This bit of "wisdom" dates back to the very, very old days when security wrt
computers was primarily a consideration for servers in physically secure
locations. It is utterly obsolete, and every more so with each passing year.
HSMs, CPU-level trusted modules, etc. have long since been a thing, as for
that matter has even basic software measures like FDE. All exist in part or in
whole to help with certain kinds of physical access. It is not in fact
straight forward, reliable or for most attackers even possible to pull bits
directly off a well designed physically secure chip with an STM or whatever.

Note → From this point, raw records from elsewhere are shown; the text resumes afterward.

def gradient_support(module, info, size: int, pos) -> tuple[int, int, int, int]:
    """(x0, y0, x1, y1) of the input pixels with nonzero gradient at one position of a layer."""
    dtype = next(module.parameters()).dtype
    x = (torch.rand(1, 3, size, size, dtype=dtype) + 0.5).requires_grad_()
    y = call_output(module, info.module, info.call, x)
    y = y.permute(0, 3, 1, 2) if info.layout == "NHWC" else y                # (1, C, H, W)
    y[0, :, pos[0], pos[1]].sum().backward()
    g = x.grad[0].abs().sum(0)                                              # (H, W)
    rows, cols = g.sum(1).nonzero()[:, 0], g.sum(0).nonzero()[:, 0]
    return int(cols.min()), int(rows.min()), int(cols.max()) + 1, int(rows.max()) + 1


def positive(module: nn.Module) -> nn.Module:
    """test_geometry's positive weights, in float32: CPU kernels for float64 convolutions
    (ConvNeXt's depthwise 7x7) are many times slower, and nonzero gradients stay nonzero."""
    return positive_(module).float()


def wrap(module: nn.Module, size: int, spec: str) -> LoadedModel:
    module.eval()
    for p in module.parameters():
        p.requires_grad_(False)
    return LoadedModel(spec, module, Preprocess(size, (0.0,) * 3, (1.0,) * 3, "test"), {"kind": "none"})


def avg_pools(module: nn.Module) -> nn.Module:
    """Max pooling -> average pooling over the same window (same field, gradient to every pixel)."""
    for name, m in list(module.named_modules()):
        if isinstance(m, nn.MaxPool2d):
            parent = module.get_submodule(name.rpartition(".")[0])
            setattr(parent, name.rpartition(".")[2],
                    nn.AvgPool2d(m.kernel_size, m.stride, m.padding, ceil_mode=m.ceil_mode))
    return module


class Reuse(nn.Module):
    """One ReLU run three times, and a module named like a repeated call ('act_1')."""

    def __init__(self, dynamic: bool = False):
        super().__init__()
        self.dynamic = dynamic
        self.c1, self.c2 = nn.Conv2d(3, 6, 3, padding=1), nn.Conv2d(6, 6, 3, stride=2, padding=1)
        self.c3 = nn.Conv2d(6, 6, 5, padding=2)
        self.act, self.act_1 = nn.ReLU(), nn.ReLU()

    def forward(self, x):
        y = self.act(self.c1(x))
        if self.dynamic and y.sum() > -1e9:  # data-dependent control flow: does not trace
            y = y * 1.0
        z = self.act(self.c2(y))
        return self.act_1(self.act(self.c3(z)) + z)


def check_layers(model: LoadedModel, names, size: int, fields=None):
    """Recorded maps equal plain torch's call outputs; boxes equal gradient supports (of the
    layers in `fields`; all of them when None)."""
    table = model.layers()
    x = torch.randn(2, 3, size, size, dtype=next(model.module.parameters()).dtype)
    want = every_call(model.module, x)
    got = model.extractor(names)(x)
    for n in names:
        info = table[n]
        ref = want[n].permute(0, 3, 1, 2) if info.layout == "NHWC" else want[n]    # (B, C, H, W)
        assert got[n].shape == (2, info.channels, info.height, info.width), (n, got[n].shape)
        torch.testing.assert_close(got[n], ref, rtol=1e-5, atol=1e-5, msg=lambda m, n=n: f"{n}: {m}")
        f = info.field
        if fields is not None and n not in fields or f is None:
            continue
        for pos in {(info.height // 2, info.width // 2), (0, info.width - 1)}:
            box = f.box(*pos)
            clipped = (max(box[0], 0), max(box[1], 0), min(box[2], size), min(box[3], size))
            assert clipped == gradient_support(model.module, info, size, pos), (n, pos, f)


def test_reused_module_gives_one_layer_per_call():
    for dynamic in (False, True):
        torch.manual_seed(0)
        model = wrap(positive(Reuse(dynamic)), 24, "reuse")
        table = model.layers()
        assert [n for n in table if "act" in n] == ["act", "act_call1", "act_call2", "act_1"]
        assert (table["act"].field.size, table["act_call1"].field.size, table["act_call2"].field.size) \
            == ((3, 3), (5, 5), (13, 13))  # r + (k - 1) * S: 3; 3 + 2*1; 5 + 4*2
        assert (table["act_call2"].module, table["act_call2"].call) == ("act", 2)
        assert model.extractor(["act_call1"]).strategy == ("hooks" if dynamic else "fx")
        check_layers(model, list(table), 24)


def boxes_to_check(table, n_reused: int, n_other: int) -> list[str]:
    """Every few reused calls and a seeded sample of the other layers (gradients cost a pass each)."""
    reused = [n for n, i in table.items() if i.call]
    other = sorted(set(table) - set(reused))
    return reused[:: max(1, len(reused) // n_reused)] + random.Random(0).sample(other, min(n_other, len(other)))


def test_resnet18_every_layer():
    torch.manual_seed(0)
    model = wrap(positive(avg_pools(torchvision.models.resnet18())), 64, "resnet18")
    table = model.layers()
    # the block's second ReLU call is the block output, and its field is the block's
    assert table["layer1.0.relu_1"].field == table["layer1.0"].field != table["layer1.0.relu"].field
    assert table["layer1.0.relu"].field == table["layer1.0.bn1"].field
    assert sum(i.call > 0 for i in table.values()) == 8  # one per BasicBlock
    check_layers(model, list(table), 64, fields=boxes_to_check(table, 4, 4))


def test_inplace_relu_does_not_change_earlier_layers():
    # ResNet's ReLU(inplace=True) overwrites bn1's output after bn1 returned it
    model = load_model("torchvision:resnet18", size=64)
    x = torch.randn(2, 3, 64, 64)
    for names in (["layer1.0.bn1", "layer1.0.relu"], ["layer1.0.bn1"]):
        got = model.extractor(names)(x)
        assert (got["layer1.0.bn1"] < 0).any()
        torch.testing.assert_close(got["layer1.0.bn1"], every_call(model.module, x)["layer1.0.bn1"])


@pytest.mark.slow
@pytest.mark.parametrize("arch", ["resnet50", "googlenet"])
def test_zoo_sampled_layers(arch):
    torch.manual_seed(0)
    kw = dict(init_weights=False, aux_logits=False) if arch == "googlenet" else {}
    model = wrap(positive(avg_pools(getattr(torchvision.models, arch)(**kw))), 64, arch)
    table = model.layers()
    # Bottleneck runs its ReLU three times; GoogLeNet reuses nothing
    assert sum(i.call > 0 for i in table.values()) == (32 if arch == "resnet50" else 0)
    check_layers(model, list(table), 64, fields=boxes_to_check(table, 4, 4))


def module_channels(m: nn.Module) -> int | None:
    for attr in ("out_channels", "out_features", "num_features"):
        if isinstance(getattr(m, attr, None), int):
            return getattr(m, attr)
    if isinstance(m, nn.LayerNorm):
        return m.normalized_shape[-1]
    return None


@pytest.mark.parametrize("arch", ["convnext_tiny", "swin_t"])
def test_channels_last_layers(arch):
    torch.manual_seed(0)
    model = load_model(f"torchvision:{arch}", size=64)
    table = model.layers()
    last = [n for n, i in table.items() if i.layout == "NHWC"]
    assert len(last) > 20 and "?" not in {i.layout for i in table.values()}
    checked = 0
    for n, info in table.items():
        c = module_channels(model.module.get_submodule(info.module))
        if c is not None:
            assert info.channels == c, (n, info.channels, c)
            checked += 1
    assert checked > 20
    x = torch.randn(2, 3, 64, 64)
    want, got = every_call(model.module, x), model.extractor(last)(x)
    for n in last:
        for u in (0, table[n].channels - 1):
            torch.testing.assert_close(got[n][:, u], want[n][..., u])
    if arch == "convnext_tiny":  # fields known through the permutes: check a few against gradients
        early = [n for n in last if n.startswith(("features.1.", "features.3."))]
        check_layers(wrap(positive(model.module), 64, arch), random.Random(1).sample(early, 3), 64)
    else:  # after window attention no field is known: crops fall back, but units stay channels
        assert table["features.1.0.attn"].field is None and table["features.1.0.attn"].layout == "NHWC"


def test_token_layers_are_named_and_refused():
    model = load_model("torchvision:vit_b_16", size=224)
    assert list(model.layers()) == ["conv_proj"]
    tokens = model.token_layers()
    assert tokens["encoder.layers.encoder_layer_0"] == (197, 768)
    with pytest.raises(UnitlensError, match=r"token sequence \(N x 197 x 768\).*N x C x H x W or N x H x W x C"):
        model.layer("encoder.layers.encoder_layer_0")
    from unitlens.model import layer_notes

    note = layer_notes(model)[-1]  # what `unitlens layers` prints under the table
    assert note.startswith("Not listed: 124 layers output token sequences (N x T x C") \
        and "N x C x H x W or N x H x W x C" in note


# --- a model with a fixed input size --------------------------------------------------------

FIXED = """import torch
from torch import nn
PREPROCESS = {"size": 32}
class Fixed(nn.Module):
    def __init__(self):
        super().__init__()
        self.conv = nn.Conv2d(3, 4, 3, padding=1)
    def forward(self, x):
        torch._assert(x.shape[-1] == 32, f"Wrong image width! Expected 32 but got {x.shape[-1]}!")
        return self.conv(x)
def build():
    return Fixed()
"""


def test_synthesis_checks_the_input_size_first(tmp_path, monkeypatch):
    import unitlens.synth.pipeline as pipeline
    from unitlens import synthesize
    from unitlens.synth import Goal, SynthConfig

    code = tmp_path / "fixed.py"
    code.write_text(FIXED)
    model = load_model(f"{code}:build")
    chosen = Goal("conv:0-1")
    out = tmp_path / "run"
    with pytest.raises(UnitlensError, match=r"does not take 48x48 images.*Wrong image width.*--synth-size 32"):
        synthesize(model, chosen, out, SynthConfig(size=48, steps=2, checks=0))
    assert not out.exists()  # nothing written, so nothing for the next attempt to trip on
    r = run_cli("synth", f"{code}:build", "--layers", "conv:0", "--synth-size", "48", "--out", out, check=False)
    assert r.returncode == 1 and r.stderr.strip().splitlines()[-1].startswith("Error: ") \
        and "Traceback" not in r.stderr, r.stderr

    # a start that stops before its first unit leaves settings behind; other settings need no --force
    def dies(*_a, **_k):
        raise RuntimeError("stopped in the first batch")

    monkeypatch.setattr(pipeline, "iter_layer", dies)
    with pytest.raises(RuntimeError):
        synthesize(model, chosen, out, SynthConfig(steps=3, checks=0))
    monkeypatch.undo()
    synthesize(model, chosen, out, SynthConfig(steps=2, checks=0))
    assert sorted(p.name for p in out.glob("synth/*/unit-*.png")) == ["unit-0000-0.png", "unit-0001-0.png"]
    with pytest.raises(UnitlensError, match="--force"):  # finished units are still protected
        synthesize(model, chosen, out, SynthConfig(steps=3, checks=0))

I don't think looking back the actual weaknesses in MD5/SHA were related to
ARX, but I'm not equipped to judge whether ARX might introduce TEMPEST related
issues. It is not a fundamentally invalid consideration however. Side-channel
attacks are one of the most classic and fiendishly difficult issues in
cryptography and EM emissions are a known domain problem that can't always be
solved merely via use of shielding. It's better even then to have it
considered right down the primitive level. Layers and all that.

------
trapperkeeper74
There is a subtle cargo cult fallacy that occurs in many crypto construction
competitions: that resource light (time, RAM & operations) in hw/sw is "good."
Certainly, minimum performance is necessary but being too cheap means brute-
forcing is also cheaper. I wish resource-adaptive algorithms that require a
minimum of RAM and ops in both hw and sw optimized implementations a-la scrypt
were the rule, not the exception.

State actors can easily afford ASIC AES and SHA2 brute-force farms, and that's
a concern, especially with monocultural recommendations to "always use
AES/SHA2." Now that Keccak's been chosen as the basis for SHA3 in-lieu of more
hw expensive alternatives like ECHO, the cost of cracking has been reduced for
future scenarios. Do we really want to slash the security margin for a modest
bump in runtime performance?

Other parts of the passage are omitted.